Sort through the data and copy the lines holding the word "Promise".

Stored data:
* * * * * * * * *

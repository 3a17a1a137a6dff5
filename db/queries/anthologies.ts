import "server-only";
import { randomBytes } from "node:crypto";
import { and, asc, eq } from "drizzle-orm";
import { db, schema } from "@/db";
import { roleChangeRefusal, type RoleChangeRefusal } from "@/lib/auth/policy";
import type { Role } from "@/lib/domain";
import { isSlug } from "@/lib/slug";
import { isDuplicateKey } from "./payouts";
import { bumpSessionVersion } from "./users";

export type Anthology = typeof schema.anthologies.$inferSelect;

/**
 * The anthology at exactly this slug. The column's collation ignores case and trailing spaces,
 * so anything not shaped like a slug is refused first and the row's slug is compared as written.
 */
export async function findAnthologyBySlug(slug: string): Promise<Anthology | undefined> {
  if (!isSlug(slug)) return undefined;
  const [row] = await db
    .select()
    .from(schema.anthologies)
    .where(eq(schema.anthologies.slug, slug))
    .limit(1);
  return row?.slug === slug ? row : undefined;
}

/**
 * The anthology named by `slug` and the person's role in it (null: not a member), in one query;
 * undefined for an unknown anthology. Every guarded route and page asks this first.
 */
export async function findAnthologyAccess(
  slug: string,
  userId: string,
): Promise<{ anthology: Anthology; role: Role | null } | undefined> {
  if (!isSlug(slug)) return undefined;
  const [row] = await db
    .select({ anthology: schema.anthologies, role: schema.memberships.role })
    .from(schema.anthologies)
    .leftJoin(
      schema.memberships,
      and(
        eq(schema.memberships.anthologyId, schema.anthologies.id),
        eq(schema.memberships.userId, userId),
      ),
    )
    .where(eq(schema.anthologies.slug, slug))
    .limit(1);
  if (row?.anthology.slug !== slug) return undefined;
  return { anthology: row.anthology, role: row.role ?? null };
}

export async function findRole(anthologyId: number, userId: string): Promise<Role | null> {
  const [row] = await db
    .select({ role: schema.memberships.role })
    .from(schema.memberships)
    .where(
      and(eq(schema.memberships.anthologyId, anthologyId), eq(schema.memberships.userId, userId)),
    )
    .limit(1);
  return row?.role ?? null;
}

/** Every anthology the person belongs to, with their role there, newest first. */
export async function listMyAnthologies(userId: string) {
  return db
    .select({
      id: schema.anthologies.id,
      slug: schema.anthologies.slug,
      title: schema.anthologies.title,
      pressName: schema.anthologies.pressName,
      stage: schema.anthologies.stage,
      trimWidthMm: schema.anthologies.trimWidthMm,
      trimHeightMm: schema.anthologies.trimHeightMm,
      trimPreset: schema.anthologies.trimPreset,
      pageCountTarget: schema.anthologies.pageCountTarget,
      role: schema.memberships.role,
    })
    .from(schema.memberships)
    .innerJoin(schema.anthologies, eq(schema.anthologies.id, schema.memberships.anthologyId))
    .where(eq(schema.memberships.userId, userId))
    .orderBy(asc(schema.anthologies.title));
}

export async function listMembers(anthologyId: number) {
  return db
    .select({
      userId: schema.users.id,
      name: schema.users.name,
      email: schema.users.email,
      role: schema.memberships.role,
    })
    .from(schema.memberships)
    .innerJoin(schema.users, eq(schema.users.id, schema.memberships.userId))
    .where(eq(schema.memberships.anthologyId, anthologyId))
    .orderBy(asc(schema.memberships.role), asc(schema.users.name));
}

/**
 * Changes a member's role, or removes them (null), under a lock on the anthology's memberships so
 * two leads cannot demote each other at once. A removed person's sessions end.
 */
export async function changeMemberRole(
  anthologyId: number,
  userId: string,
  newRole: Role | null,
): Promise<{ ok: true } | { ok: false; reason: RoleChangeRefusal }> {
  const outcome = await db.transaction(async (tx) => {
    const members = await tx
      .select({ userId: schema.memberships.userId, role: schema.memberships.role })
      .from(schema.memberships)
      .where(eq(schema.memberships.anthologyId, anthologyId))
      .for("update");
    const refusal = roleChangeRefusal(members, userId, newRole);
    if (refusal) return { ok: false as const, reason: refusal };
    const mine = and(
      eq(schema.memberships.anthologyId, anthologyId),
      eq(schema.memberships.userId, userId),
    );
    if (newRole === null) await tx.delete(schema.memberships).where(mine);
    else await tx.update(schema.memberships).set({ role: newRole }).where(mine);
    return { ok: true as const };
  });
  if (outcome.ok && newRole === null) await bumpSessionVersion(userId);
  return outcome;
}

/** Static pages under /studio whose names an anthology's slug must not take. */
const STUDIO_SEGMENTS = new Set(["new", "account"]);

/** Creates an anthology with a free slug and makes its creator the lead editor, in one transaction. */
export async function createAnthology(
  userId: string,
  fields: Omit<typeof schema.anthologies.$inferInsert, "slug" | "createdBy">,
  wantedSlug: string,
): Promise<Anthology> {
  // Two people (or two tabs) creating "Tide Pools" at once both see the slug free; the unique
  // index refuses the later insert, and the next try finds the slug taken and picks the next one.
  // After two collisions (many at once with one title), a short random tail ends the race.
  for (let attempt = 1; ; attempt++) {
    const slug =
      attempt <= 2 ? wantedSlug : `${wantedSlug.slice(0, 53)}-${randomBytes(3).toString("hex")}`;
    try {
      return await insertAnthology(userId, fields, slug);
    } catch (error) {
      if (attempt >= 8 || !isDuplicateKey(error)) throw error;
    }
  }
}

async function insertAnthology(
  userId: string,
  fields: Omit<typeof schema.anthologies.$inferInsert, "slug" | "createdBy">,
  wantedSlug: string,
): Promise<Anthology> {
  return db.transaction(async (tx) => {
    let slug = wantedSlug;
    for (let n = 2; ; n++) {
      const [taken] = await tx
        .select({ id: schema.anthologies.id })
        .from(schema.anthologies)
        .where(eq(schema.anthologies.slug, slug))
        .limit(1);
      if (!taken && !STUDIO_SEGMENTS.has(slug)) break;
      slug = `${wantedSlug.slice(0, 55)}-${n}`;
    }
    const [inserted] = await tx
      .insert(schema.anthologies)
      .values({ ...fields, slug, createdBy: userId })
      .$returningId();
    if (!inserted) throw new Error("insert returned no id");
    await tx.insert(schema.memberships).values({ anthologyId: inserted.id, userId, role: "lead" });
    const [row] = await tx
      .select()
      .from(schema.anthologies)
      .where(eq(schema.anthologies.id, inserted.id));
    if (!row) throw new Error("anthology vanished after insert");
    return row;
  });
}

* * * * * * * * *

▶ **The answer**
export async function findAnthologyBySlug(slug: string): Promise<Anthology | undefined> {
): Promise<{ anthology: Anthology; role: Role | null } | undefined> {
export async function findRole(anthologyId: number, userId: string): Promise<Role | null> {
): Promise<{ ok: true } | { ok: false; reason: RoleChangeRefusal }> {
): Promise<Anthology> {
): Promise<Anthology> {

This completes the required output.